Forensic Accounting: Q&A with Matthias Demmer

Faculty member Matthias Demmer is internationally recognized as an expert in financial crime investigations

June 28, 2024
Matthias Demmer

Matthias Demmer

Matthias Demmer is a director in AlixPartners’ risk and technology practice, specializing in data analytics and artificial intelligence. He has over 15 years of hands-on problem-solving experience, often for multinational corporations and large financial institutions, and is internationally recognized as an expert in leading financial crime investigations.

In his role as adjunct professor in the Department of Accounting and Information Management at the University of Tennessee, Knoxville, Haslam College of Business, Demmer instructs Master of Accountancy (MAcc) students in methods for forensic accounting, data analytics and eDiscovery.

What is forensic accounting?

Forensic accounting, or financial forensics, is a specialized field that investigates financial data to uncover fraud or financial misconduct. Forensic accountants work closely with lawyers, internal and external auditors and even law enforcement during criminal investigations, litigations or corporate investigations. Forensic accounting has played a pivotal role in uncovering fraud cases such as Enron, the Bernie Madoff Ponzi scheme and the WorldCom accounting fraud. It is a very exciting profession.

How do forensic accountants use data analytics?

Data is the most valuable asset in forensic accounting investigations. Forensic accountants deploy data analytics to detect fraud patterns, analyze transactions, assess risks, examine electronic evidence and support litigation. Depending on the case, the investigative approach applied and the type of data involved, various methods and technologies are utilized. Data analytics improves the effectiveness and precision to reveal financial misconduct in today’s data-based environment.

How do you expect forensic data analytic processes to change in the next five years?

As the Nobel Prize in Physics winner Niels Bohr noted, predictions are very difficult [to make], especially about the future.
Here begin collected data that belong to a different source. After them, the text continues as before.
import { describe, it, expect, beforeAll, afterAll } from 'vitest';
import { mkdtempSync, rmSync, writeFileSync, readFileSync, existsSync } from 'node:fs';
import { tmpdir } from 'node:os';
import { join } from 'node:path';
import { runCli } from '../../src/cli/main.ts';
import { memoryIO } from '../../src/cli/io.ts';

let dir: string;
beforeAll(() => {
  dir = mkdtempSync(join(tmpdir(), 'surmise-knots-'));
  // invented file; the invariants are standard-table values (from memory, see tests/fixtures/knots-small.provenance.md)
  writeFileSync(
    join(dir, 'd.txt'),
    '# a few diagrams\ntrefoil\t1 1 1\nfig8\tX[4,2,5,1] X[8,6,1,5] X[6,3,7,4] X[2,7,3,8]\nfive2\tDT[4,8,10,2,6]\nhopf\t1 1\n',
  );
  writeFileSync(join(dir, 'census.csv'), 'name,volume\ntrefoil,0\nfig8,2.0298832128193\nlost,1.5\n');
  writeFileSync(join(dir, 'codes.csv'), 'id,code\na,"[[1,5,2,4],[3,1,4,6],[5,3,6,2]]"\nb,1 -2 1 -2\n');
  writeFileSync(join(dir, 'bad.txt'), 'ok\t1 1 1\nbroken\tX[1,2,3,4] X[1,2,3,5]\n');
});
afterAll(() => rmSync(dir, { recursive: true, force: true }));

async function run(args: string[]): Promise<{ code: number; out: string; err: string }> {
  const io = memoryIO(dir);
  const code = await runCli(args, io);
  return { code, out: io.out, err: io.err };
}

describe('surmise knots', () => {
  it('writes a CSV table with one row per diagram (values: standard knot table, from memory)', async () => {
    const r = await run(['knots', 'd.txt']);
    expect(r.code).toBe(0);
    const lines = r.out.trim().split('\n');
    expect(lines[0]).toBe('name,crossings,writhe,components,signature,determinant,alexander');
    expect(lines[1]).toBe('trefoil,3,3,1,-2,3,t - 1 + t^-1');
    expect(lines[2]).toBe('fig8,4,0,1,0,5,-t + 3 - t^-1');
    expect(lines[3]).toMatch(/^five2,5,-?5,1,-?2,7,2t - 3 \+ 2t\^-1$/);
    // positive Hopf link: Conway Δ = t^{1/2} − t^{-1/2}, σ = −1, linking number 1 (from memory)
    expect(lines[4]).toBe('hopf,2,2,2,-1,2,t^(1/2) - t^(-1/2)');
  });

  it("--invariants 'all' with others is refused on one line that says why (it said 'all' was not an invariant)", async () => {
    const r = await run(['knots', 'd.txt', '--invariants', 'all,crossings']);
    expect(r.code).toBe(2);
    expect(r.err).toBe("surmise: --invariants all,crossings: 'all' already means every invariant; give it alone or list the ones wanted [option.badValue]\n");
  });
  it('--json prints one object with coefficient lists; --omega adds Levine–Tristram', async () => {
    const r = await run(['knots', 'd.txt', '--json', '--invariants', 'signature,alexander,linking,jumps', '--omega', '0.1']);
    expect(r.code).toBe(0);
    const o = JSON.parse(r.out);
    expect(o.rows).toHaveLength(4);
    expect(o.rows[0].alexander).toEqual([1, -1, 1]);
    expect(o.rows[0].alexander_lowest_exponent).toBe(-1);
    expect(o.rows[0].jumps).toEqual([{ x: 0.166666666667, jump: -2 }]); // root e^{iπ/3} of t² − t + 1 (hand computation); σ_ω goes 0 → −2 (from memory)
    expect(o.rows[0].levine_tristram).toBe(0); // trefoil: σ_ω = 0 below the first jump (from memory)
    expect(o.rows[3].linking).toEqual([{ i: 1, j: 2, lk: 1 }]);
    expect(o.rows[1].levine_tristram).toBe(0); // figure-eight: σ_ω = 0 for all ω (amphichiral; from memory)
  });

  it('--join adds columns by key and reports unmatched keys on both sides', async () => {
    const r = await run(['knots', 'd.txt', '--join', 'census.csv', '--on', 'name', '--out', 'joined.csv']);
    expect(r.code).toBe(0);
    const text = readFileSync(join(dir, 'joined.csv'), 'utf8').trim().split('\n');
    expect(text[0]).toBe('name,volume,crossings,writhe,components,signature,determinant,alexander');
    expect(text[2]).toBe('fig8,2.0298832128193,4,0,1,0,5,-t + 3 - t^-1');
    expect(text[3]).toBe('lost,1.5,,,,,,');
    expect(r.err).toContain('1 row(s) of census.csv have no diagram in d.txt');
    expect(r.err).toContain('lost');
    expect(r.err).toContain('2 diagram(s) of d.txt match no');
    expect(r.err).toContain('five2, hopf');
    // never overwrites
    const again = await run(['knots', 'd.txt', '--join', 'census.csv', '--on', 'name', '--out', 'joined.csv']);
    expect(again.code).toBe(2);
    expect(again.err).toContain('[table.exists]');
  });

  it('reads codes from a JSON array of records, PD codes as nested lists (standard table values, from memory)', async () => {
    writeFileSync(join(dir, 'codes.json'), JSON.stringify([{ name: 'a', code: [[1, 5, 2, 4], [3, 1, 4, 6], [5, 3, 6, 2]] }, { name: 'b', code: { strands: 3, word: [1, -2, 1, -2] } }, { name: 'c', code: [[1, 5, 2, 4], [3, 1, 4, 6], [5, 3, 6, 9]] }]));
    writeFileSync(join(dir, 'good.json'), JSON.stringify([{ name: 'a', code: [[1, 5, 2, 4], [3, 1, 4, 6], [5, 3, 6, 2]] }, { name: 'b', code: { strands: 3, word: [1, -2, 1, -2] } }]));
    const ok = await run(['knots', 'good.json', '--invariants', 'determinant']);
    expect(ok.out.trim().split('\n')).toEqual(['name,determinant', 'a,3', 'b,5']);
    const bad = await run(['knots', 'codes.json']);
    expect(bad.code).toBe(2);
    expect(bad.err).toContain('codes.json: record 3: c: edge label 2 is used 1 time');
  });

  it('reads codes from a CSV column', async () => {
    const r = await run(['knots', 'codes.csv', '--column', 'code', '--name-column', 'id', '--invariants', 'determinant']);
    expect(r.code).toBe(0);
    expect(r.out.trim().split('\n')).toEqual(['name,determinant', 'a,3', 'b,5']);
  });

  it('bad input: exit 2, one line naming file:line:column, the diagram and the crossing', async () => {
    const r = await run(['knots', 'bad.txt']);
    expect(r.code).toBe(2);
    expect(r.err.trim().split('\n')).toHaveLength(1);
    expect(r.err).toContain('bad.txt:2:8: broken: edge label 4 is used 1 time (in crossing 1: X[1,2,3,4])');
    expect(r.err).toContain('[knots.badEdge]');
    const amb = await run(['knots', 'd.txt', '--kind', 'braids']);
    expect(amb.code).toBe(2);
    expect(amb.err).toContain("did you mean 'braid'");
  });

  it('determinants past 2^53 are exact in CSV and --json: closure of (σ1σ2⁻¹)^40 has det L_80 − 2 (from memory)', async () => {
    writeFileSync(join(dir, 'big.txt'), `fig8\t${Array(2).fill('1 -2').join(' ')}\nb40\t${Array(40).fill('1 -2').join(' ')}\nb41\t${Array(41).fill('1 -2').join(' ')}\n`);
    const r = await run(['knots', 'big.txt', '--invariants', 'determinant']);
    expect(r.code).toBe(0);
    // L_80 = 52361396397820127, L_82 = 137083915467899403 (Lucas numbers, from memory)
    expect(r.out.trim().split('\n')).toEqual(['name,determinant', 'fig8,5', 'b40,52361396397820125', 'b41,137083915467899401']);
    const j = await run(['knots', 'big.txt', '--invariants', 'determinant,alexander', '--json']);
    expect(j.code).toBe(0);
    const o = JSON.parse(j.out);
    expect(o.rows[0].determinant).toBe(5); // small values stay numbers
    expect(o.rows[1].determinant).toBe('52361396397820125');
    // Alexander coefficients of b41 pass 2^53: exact decimal strings there, numbers elsewhere; Δ(1) = 1 (knot)
    const coeffs = o.rows[2].alexander as (number | string)[];
    expect(coeffs.some((x) => typeof x === 'string')).toBe(true);
    expect(coeffs.every((x) => typeof x === 'string' ? !Number.isSafeInteger(Number(x)) : Number.isSafeInteger(x))).toBe(true);
    expect(coeffs.reduce((s: bigint, x) => s + BigInt(x), 0n)).toBe(1n);
    expect(j.err).toBe('');
  });

  it('an empty diagram file is refused as such; a name without a code and a missing file are named plainly', async () => {
    writeFileSync(join(dir, 'empty.txt'), '');
    writeFileSync(join(dir, 'header.txt'), 'name\tcode\n');
    writeFileSync(join(dir, 'comment.txt'), '# nothing yet\n');
    for (const f of ['empty.txt', 'header.txt', 'comment.txt']) {
      const r = await run(['knots', f]);
      expect(r.code, f).toBe(2);
      expect(r.err.trim(), f).toBe(`surmise: ${f} holds no diagrams [knots.empty]`);
    }
    writeFileSync(join(dir, 'nocode.txt'), 'a\t\n');
    const n = await run(['knots', 'nocode.txt']);
    expect(n.code).toBe(2);
    expect(n.err.trim()).toBe('surmise: nocode.txt:1: a: no code after the name [knots.parse]');
    const m = await run(['knots', 'nonexist.txt']);
    expect(m.code).toBe(2);
    expect(m.err.trim()).toBe('surmise: cannot read nonexist.txt: no such file [knots.unreadable]');
  });

  it('help states the sign convention', async () => {
    const r = await run(['knots', '--help']);
    expect(r.out).toContain('right-handed trefoil (braid "1 1 1") has signature -2');
  });
});

describe('surmise knots generate', () => {
  it('braid: seeded, reproducible, refuses to overwrite without --force', async () => {
    const a = await run(['knots', 'generate', 'braid', '--strands', '4', '--length', '12', '--count', '20', '--seed', '7', '--out', 'g.txt']);
    expect(a.code).toBe(0);
    const text = readFileSync(join(dir, 'g.txt'), 'utf8');
    const lines = text.trim().split('\n');
    expect(lines).toHaveLength(20);
    for (const l of lines) expect(l).toMatch(/^braid_\d\d\t4: (-?[123] ){11}-?[123]$/);
    const b = await run(['knots', 'generate', 'braid', '--strands', '4', '--length', '12', '--count', '20', '--seed', '7', '--out', 'g.txt']);
    expect(b.code).toBe(2);
    expect(b.err).toContain('[knots.exists]');
    const c = await run(['knots', 'generate', 'braid', '--strands', '4', '--length', '12', '--count', '20', '--seed', '7', '--out', 'g.txt', '--force']);
    expect(c.code).toBe(0);
    expect(readFileSync(join(dir, 'g.txt'), 'utf8')).toBe(text);
    const t = await run(['knots', 'g.txt', '--invariants', 'crossings']);
    expect(t.out.trim().split('\n').slice(1).every((l) => l.endsWith(',12'))).toBe(true);
  });

  it('twist: full twists on strands 1..2 of 4₁ give the double-twist family; T(2,·) via torus', async () => {
    const r = await run(['knots', 'generate', 'twist', '--braid', '1 -2 1 -2', '--strands', '3', '--on', '1..2', '--twists', '0..2', '--out', 'tw.txt']);
    expect(r.code).toBe(0);
    expect(readFileSync(join(dir, 'tw.txt'), 'utf8')).toBe('twist_q0\t3: 1 -2 1 -2\ntwist_q1\t3: 1 -2 1 -2 1 1\ntwist_q2\t3: 1 -2 1 -2 1 1 1 1\n');
    expect(existsSync(join(dir, 'tw.txt'))).toBe(true);
    const s = await run(['knots', 'generate', 'torus', '--p', '2', '--q', '3..9', '--coprime', '--out', 'torus.txt']);
    expect(s.code).toBe(0);
    const inv = await run(['knots', 'torus.txt', '--invariants', 'signature,determinant']);
    // σ(T(2, 2k+1)) = −2k, det = 2k + 1 (from memory)
    expect(inv.out.trim().split('\n').slice(1)).toEqual(['"T(2,3)",-2,3', '"T(2,5)",-4,5', '"T(2,7)",-6,7', '"T(2,9)",-8,9']);
  });

  it('pd: random knot PD codes (sums, kinks) read back as knots with odd determinant and σ even (from memory: facts of the trade)', async () => {
    const g = await run(['knots', 'generate', 'pd', '--strands', '3', '--length', '7', '--count', '25', '--summands', '1..2', '--kinks', '0..2', '--seed', '5', '--out', 'pd.txt']);
    expect(g.code).toBe(0);
    const r = await run(['knots', 'pd.txt', '--json', '--invariants', 'components,signature,determinant,alexander']);
    expect(r.code).toBe(0);
    const rows = JSON.parse(r.out).rows as Array<{ components: number; signature: number; determinant: number; alexander: number[] }>;
    expect(rows).toHaveLength(25);
    for (const row of rows) {
      expect(row.components).toBe(1);
      expect(Math.abs(row.signature % 2)).toBe(0);
      expect(row.determinant % 2).toBe(1);
      expect(row.alexander.reduce((a, b) => a + b, 0)).toBe(1);
    }
  });

  it('progress: nothing on a pipe for work that ends within 5 s (the project progress rule), nor with --no-progress', async () => {
    const g = await run(['knots', 'generate', 'braid', '--strands', '3', '--length', '5', '--count', '250', '--out', 'many.txt']);
    expect(g.code).toBe(0);
    const a = await run(['knots', 'many.txt', '--invariants', 'signature']);
    expect(a.code).toBe(0);
    expect(a.err).toBe('');
    expect(a.out.trim().split('\n')).toHaveLength(251);
    const b = await run(['knots', 'many.txt', '--invariants', 'signature', '--no-progress']);
    expect(b.err).toBe('');
    expect(b.out).toBe(a.out);
  });
});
However, certain trends are very likely to come. Analytical processes will become more automated and integrate more advanced technologies such as artificial intelligence (AI). Also, the collaboration and intersection with other data technologies such as data engineering and visualization is very likely.

What challenges do you foresee in integrating AI in forensic accounting practices?
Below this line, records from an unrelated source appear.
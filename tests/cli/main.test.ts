import { describe, it, expect } from 'vitest';
import { readFileSync } from 'node:fs';
import { runCli } from '../../src/cli/main.ts';
import { memoryIO } from '../../src/cli/io.ts';

const pkg = JSON.parse(readFileSync(new URL('../../package.json', import.meta.url), 'utf8')) as { version: string };

describe('the command line shell', () => {
  it('--version prints the package version', async () => {
    const io = memoryIO();
    expect(await runCli(['--version'], io)).toBe(0);
    expect(io.out).toBe(`${pkg.version}\n`);
  });

  it('--help lists every command and states the knot sign convention', async () => {
    const io = memoryIO();
    expect(await runCli(['--help'], io)).toBe(0);
    for (const c of ['inspect', 'rank', 'fit', 'search', 'bound', 'knots', 'run', 'demo', 'rerun', 'compare', 'demo-data']) {
      expect(io.out).toMatch(new RegExp(`\\n  ${c}\\b`));
    }
    expect(io.out).toContain('right-handed trefoil has signature -2');
  });

  it('an unknown command or option exits 2 with commander\'s message and no stack trace', async () => {
    const a = memoryIO();
    expect(await runCli(['frobnicate'], a)).toBe(2);
    expect(a.err).toContain("unknown command 'frobnicate'");
    const b = memoryIO();
    expect(await runCli(['fit', 'x.csv', '--target', 'y', '--terms', 'x', '--bogus'], b)).toBe(2);
    expect(b.err).toContain("unknown option '--bogus'");
    expect(a.err + b.err).not.toContain('    at ');
  });

  it('a bad integer option names the option (Number(), not parseInt: "12abc" is refused)', async () => {
    const io = memoryIO();
    expect(await runCli(['demo-data', '--seed', '12abc'], io)).toBe(2);
    expect(io.err).toBe("surmise: expected --seed to be an integer, got '12abc' [option.badInteger]\n");
  });
});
AI technologies change fast, which makes predictions harder, but I think the most important challenge is to become a reliable technology with a [minimal] error margin. Forensic investigations do not allow even the smallest room for error. Investigations could lead to high fines, reputational damage or imprisonment. Also, law enforcement and other regulators only accept clear evidence. Generative AI, especially, needs to show that its analyses are always accurate and based on facts.
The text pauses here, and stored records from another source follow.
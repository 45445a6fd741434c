import type { BaseFamily } from './family.ts';

/** A real, integer or derived column x itself (complexity 1). */
export const column: BaseFamily = {
  name: 'column',
  description: 'a real, integer or derived column itself',
  ofColumn: (c) => (c.complex ? [] : [{ text: c.name, cost: 1, values: c.re }]),
};
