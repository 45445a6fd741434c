/**
 * Every example printed at the end of a command's --help is a real command: run here, in order, in
 * a scratch folder holding copies of demo-data/knots.csv and configs/demo.yaml. The examples of
 * `demo-data` (tests/demo/knots.test.ts), `demo`, `run`, `rerun` and `compare` (tests/run/e2e.test.ts)
 * train or rewrite the whole demo and are run by those tests with the same options.
 */
import { describe, it, expect, beforeAll } from 'vitest';
import { copyFileSync, mkdirSync, mkdtempSync } from 'node:fs';
import { tmpdir } from 'node:os';
import { join } from 'node:path';
import { fileURLToPath } from 'node:url';
import { runCli } from '../../src/cli/main.ts';
import { memoryIO } from '../../src/cli/io.ts';
import { EXAMPLES, exampleArgs } from '../../src/cli/examples.ts';

const RUN_ELSEWHERE = new Set(['demo-data', 'demo', 'run', 'rerun', 'compare']);
const dir = mkdtempSync(join(tmpdir(), 'surmise-examples-'));

beforeAll(() => {
  mkdirSync(join(dir, 'demo-data'));
  mkdirSync(join(dir, 'configs'));
  copyFileSync(fileURLToPath(new URL('../../demo-data/knots.csv', import.meta.url)), join(dir, 'demo-data', 'knots.csv'));
  copyFileSync(fileURLToPath(new URL('../../configs/demo.yaml', import.meta.url)), join(dir, 'configs', 'demo.yaml'));
});

describe('--help ends with real examples', () => {
  it('every command has two or three examples and its help ends with them; defaults are shown as values', async () => {
    for (const [command, list] of Object.entries(EXAMPLES)) {
      expect(list.length, command).toBeGreaterThanOrEqual(1);
      expect(list.length, command).toBeLessThanOrEqual(3);
      const io = memoryIO(dir);
      expect(await runCli([command, '--help'], io)).toBe(0);
      expect(io.out.trimEnd().endsWith(list[list.length - 1]!), command).toBe(true);
      expect(io.out, command).not.toMatch(/\(default: "/);
    }
  });

  for (const [command, list] of Object.entries(EXAMPLES)) {
    if (RUN_ELSEWHERE.has(command)) continue;
    it(`the examples of ${command} run and succeed`, async () => {
      for (const example of list) {
        const io = memoryIO(dir);
        const code = await runCli([...exampleArgs(example), ...(example.includes(' rank ') ? ['--no-progress'] : [])], io);
        expect(code, `${example}\n${io.err}`).toBe(0);
        expect(io.out.length + io.err.length, example).toBeGreaterThan(0);
        if (example.endsWith('--json')) expect(() => JSON.parse(io.out), example).not.toThrow();
      }
    }, 300_000);
  }
});

describe('exampleArgs', () => {
  it('splits at blanks outside double quotes', () => {
    expect(exampleArgs('surmise fit t.csv --terms "a; b" --json')).toEqual(['fit', 't.csv', '--terms', 'a; b', '--json']);
  });
});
For UT Volunteers interested in the forensic analytics field, what type of training or education should they pursue?

To become a forensic analytics professional, I would recommend focusing on three main skills: a) subject matter expertise (e.g., accounting knowledge), b) data handling skills and c) experience with analytical tools and techniques. I think the UT MAcc program already provides very solid foundations for graduates to build on. I would also suggest learning how to work with relational and non-relational databases and some common programming languages (e.g., Python). After graduation, I would advise gaining some practical experience. Big accounting firms often offer entry-level positions in this field.